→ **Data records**
== Segment start ==

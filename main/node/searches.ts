import type { SearchPort } from "#main/http/ports.ts";
import type { FilePort } from "#main/node/file-port.ts";
import type { Jobs, JobWork } from "#main/node/jobs.ts";
import type { Library } from "#main/node/library.ts";
import { SearchStore } from "#main/node/search-store.ts";
import type { Engine } from "#shared/api/engine.ts";
import type { ListedStretch, OverlookedAnswer, OverlookedRequest, SearchRequest } from "#shared/api/overlooked.ts";
import { dismissedStretches, overlookedKey } from "#shared/tracing/overlooked/dismissed.ts";
import type { ExplainingLine } from "#shared/tracing/overlooked/find-stretches.ts";
import { blockCounts, blocksInRegion } from "#shared/tracing/overlooked/search-block.ts";
import type { Polarity } from "#shared/tracing/strand-request.ts";
import type { TreeDocument } from "#shared/trees/document.ts";
import type { PyramidLevel } from "#shared/volume/pyramid.ts";

/** The protocol's shortest string, unless it says otherwise. */
export const MINIMUM_MM = 1;
/** Blocks asked of the engine at once: one for each worker that may search. */
const AT_ONCE = 2;

export interface SearchesOptions {
  readonly library: Library;
  readonly files: FilePort;
  readonly engine: Engine;
  readonly jobs: Jobs;
  /** UTC milliseconds. */
  readonly now: () => number;
  /** @throws held-elsewhere when this process may not write to the library */
  readonly mayWrite: () => Promise<void>;
}

interface Search {
  readonly store: SearchStore;
  readonly level: PyramidLevel;
  readonly total: number;
  /** The job that searches, and its end. */
  job: { readonly id: string; readonly abort: AbortController } | null;
}

/** Searches of scans for strings, one a scan and polarity, and what they found that no strand explains. */
export class Searches implements SearchPort {
  readonly #options: SearchesOptions;
  readonly #open = new Map<string, Promise<Search>>();

  constructor(options: SearchesOptions) {
    this.#options = options;
  }

  async start(specimen: string, { polarity, region }: SearchRequest): Promise<{ job: string }> {
    const search = await this.#search(specimen, polarity);
    if (search.job) return { job: search.job.id };
    const all = Array.from({ length: search.total }, (_, block) => block);
    const wanted = region ? blocksInRegion(search.level, region.from, region.to) : all;
    const abort = new AbortController();
    const { job } = this.#options.jobs.start("search", this.#work(specimen, polarity, search, wanted, abort.signal));
    search.job = { id: job, abort };
    return { job };
  }

  async overlooked(request: OverlookedRequest): Promise<OverlookedAnswer> {
    const { specimen, pass, polarity, minimumMm = MINIMUM_MM, withDismissed = false } = request;
    const search = await this.#search(specimen, polarity);
    const { document } = await this.#options.library.passes.history(specimen, pass);
    const done = search.store.blocks.size;
    // In the order of their numbers, so that the answer does not depend on the order in which blocks were searched.
    const found = [...search.store.blocks].sort(([a], [b]) => a - b).map(([, points]) => points);
    const lines = explainingLines(document);
    const stretches = await this.#options.engine.stretches({ specimen, polarity, found, lines, minimumMm });
    const dismissed = dismissedStretches(document.dismissals.keys());
    const listed = stretches.map((stretch): ListedStretch => {
      const dismissedBy = dismissed.keyOf(stretch);
      const reason = dismissedBy === null ? null : (document.dismissals.get(dismissedBy)?.reason ?? null);
      return { ...stretch, key: overlookedKey(stretch), dismissedBy, reason };
    });
    return {
      stretches: withDismissed ? listed : listed.filter(({ dismissedBy }) => dismissedBy === null),
      search: { polarity, done, total: search.total, job: search.job?.id ?? null },
    };
  }

  /** Stops a specimen's searches and lets go of their files, before its folder is removed. */
  async forget(specimen: string): Promise<void> {
    for (const [key, opening] of [...this.#open]) {
      if (!key.startsWith(`${specimen} `)) continue;
      this.#open.delete(key);
      const search = await opening.catch(() => null);
      search?.job?.abort.abort();
      await search?.store.close().catch(() => undefined);
    }
  }

  /** Stops all searches; what they found stays. */
  stop(): void {
    for (const opening of this.#open.values())
      void opening.then(
        ({ job }) => job && this.#options.jobs.cancel(job.id),
        () => undefined,
      );
  }

  async close(): Promise<void> {
    for (const opening of this.#open.values()) await (await opening.catch(() => null))?.store.close().catch(() => undefined);
    this.#open.clear();
  }

  #search(specimen: string, polarity: Polarity): Promise<Search> {
    const key = `${specimen} ${polarity}`;
    const known = this.#open.get(key);
    if (known) return known;
    const opened = this.#begin(specimen, polarity);
    this.#open.set(key, opened);
    opened.catch(() => this.#open.delete(key));
    return opened;
  }

  async #begin(specimen: string, polarity: Polarity): Promise<Search> {
    const { library, files, engine } = this.#options;
    const { volume } = await library.specimen(specimen);
    const level = await engine.searchLevel(specimen, polarity);
    const total = blockCounts(level).reduce((product, count) => product * count, 1);
    const store = await SearchStore.open(files, library.layout.specimen(specimen), volume.sha256, polarity, total);
    return { store, level, total, job: null };
  }

  /** Searches the wanted blocks that were not searched yet; a stop waits for those under way and keeps them. */
  #work(specimen: string, polarity: Polarity, search: Search, wanted: readonly number[], removed: AbortSignal): JobWork {
    return async (report, signal) => {
      const { engine, now, mayWrite } = this.#options;
      const began = now();
      const left = wanted.filter((block) => !search.store.blocks.has(block));
      const before = wanted.length - left.length;
      let done = 0;
      let next = 0;
      try {
        await mayWrite();
        const turn = async (): Promise<void> => {
          while (next < left.length && !signal.aborted && !removed.aborted) {
            const block = left[next++]!;
            const points = await engine.searchBlock(specimen, polarity, block);
            if (removed.aborted) return;
            await search.store.add(block, points);
            done += 1;
            const seconds = (now() - began) / 1000;
            report({
              progress: (before + done) / wanted.length,
              step: "Searching for strings",
              bytesPerSecond: null,
              secondsLeft: done > 4 ? Math.round((seconds / done) * (left.length - done)) : null,
            });
          }
        };
        await Promise.all(Array.from({ length: AT_ONCE }, turn));
        if (!removed.aborted) await search.store.sync();
      } finally {
        search.job = null;
        engine.endSearch();
      }
      signal.throwIfAborted();
      return { specimen };
    };
  }
}

/** All traced lines of a pass: its strands and cross-links; those without a curve run from pin to pin. */
export function explainingLines(document: TreeDocument): ExplainingLine[] {
  return [...document.strands.values(), ...document.crossLinks.values()].map(({ curve, from, to, via }) => {
    const traced = curve === null ? undefined : document.curves.get(curve);
    if (traced)
      return { points: Array.from(traced.points), radii: Array.from(traced.radii, (r) => (Number.isFinite(r) ? r : null)) };
    const places = [document.nodes.get(from)!.position, ...via, document.nodes.get(to)!.position];
    return { points: places.flat(), radii: places.map(() => null) };
  });
}
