import { spawn } from "node:child_process";
import { accessSync, constants, realpathSync } from "node:fs";
import { delimiter, join, sep } from "node:path";
import { pathToFileURL } from "node:url";

type Environment = Readonly<Record<string, string | undefined>>;

/** Programs of the Chromium family, the ones that have an app window, as their installers name them. */
const ON_PATH = [
  "chromium",
  "chromium-browser",
  "google-chrome",
  "google-chrome-stable",
  "microsoft-edge",
  "microsoft-edge-stable",
];
const ON_MAC = [
  "/Applications/Chromium.app/Contents/MacOS/Chromium",
  "/Applications/Google Chrome.app/Contents/MacOS/Google Chrome",
  "/Applications/Microsoft Edge.app/Contents/MacOS/Microsoft Edge",
];
const ON_WINDOWS = [
  "Chromium\\Application\\chrome.exe",
  "Google\\Chrome\\Application\\chrome.exe",
  "Microsoft\\Edge\\Application\\msedge.exe",
];

/** An installed browser of the Chromium family; `TAUTLINE_BROWSER` names another. Null when there is none. */
export function findBrowser(env: Environment = process.env, platform: NodeJS.Platform = process.platform): string | null {
  if (env.TAUTLINE_BROWSER) return isProgram(env.TAUTLINE_BROWSER) ? env.TAUTLINE_BROWSER : null;
  return candidates(env, platform).find(isProgram) ?? null;
}

function candidates(env: Environment, platform: NodeJS.Platform): string[] {
  if (platform === "darwin") return ON_MAC;
  if (platform === "win32") {
    const roots = [env.ProgramFiles, env["ProgramFiles(x86)"], env.LOCALAPPDATA].filter((root) => root !== undefined);
    return roots.flatMap((root) => ON_WINDOWS.map((name) => join(root, name)));
  }
  const folders = (env.PATH ?? "").split(delimiter).filter(Boolean);
  return ON_PATH.flatMap((name) => folders.map((folder) => join(folder, name)));
}

/** True when windows can be shown here. */
export function hasDisplay(env: Environment = process.env, platform: NodeJS.Platform = process.platform): boolean {
  return platform === "darwin" || platform === "win32" || Boolean(env.DISPLAY || env.WAYLAND_DISPLAY);
}

/** Arguments that open the page as a window of its own, with a profile of its own below `state`. */
export function windowArguments(browser: string, state: string, opener: string, url: string): string[] {
  // A confined package reads neither hidden folders nor the private opener file: it gets the address itself.
  if (isConfined(browser)) return [`--app=${url}`];
  return [
    `--app=${pathToFileURL(opener).href}`,
    `--user-data-dir=${join(state, "browser")}`,
    "--no-first-run",
    "--no-default-browser-check",
    "--disable-background-networking",
  ];
}

/** A browser that cannot run here says so within this time; one that hands over to a running one ends well within it. */
const FAILS_WITHIN_MS = 1_500;

/** Opens the page in a window of the browser; the browser goes on by itself. Resolves false when it could not be started. */
export function openWindow(browser: string, args: readonly string[]): Promise<boolean> {
  return new Promise((resolve) => {
    const child = spawn(browser, args, { detached: true, stdio: "ignore" });
    const timer = setTimeout(() => settle(true), FAILS_WITHIN_MS);
    const settle = (opened: boolean) => {
      clearTimeout(timer);
      child.unref();
      resolve(opened);
    };
    child.once("error", () => settle(false));
    child.once("exit", (code) => settle(code === 0));
  });
}

function isProgram(path: string): boolean {
  try {
    accessSync(path, constants.X_OK);
    return true;
  } catch {
    return false;
  }
}

function isConfined(browser: string): boolean {
  try {
    return realpathSync(browser).split(sep).includes("snap");
  } catch {
    return false;
  }
}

== Segment end ==

→ **Your task**
Lines holding the word "points" are the answer; copy each one from the records above.

→ **Exercise solution**
    const found = [...search.store.blocks].sort(([a], [b]) => a - b).map(([, points]) => points);
            const points = await engine.searchBlock(specimen, polarity, block);
            await search.store.add(block, points);
      return { points: Array.from(traced.points), radii: Array.from(traced.radii, (r) => (Number.isFinite(r) ? r : null)) };
    return { points: places.flat(), radii: places.map(() => null) };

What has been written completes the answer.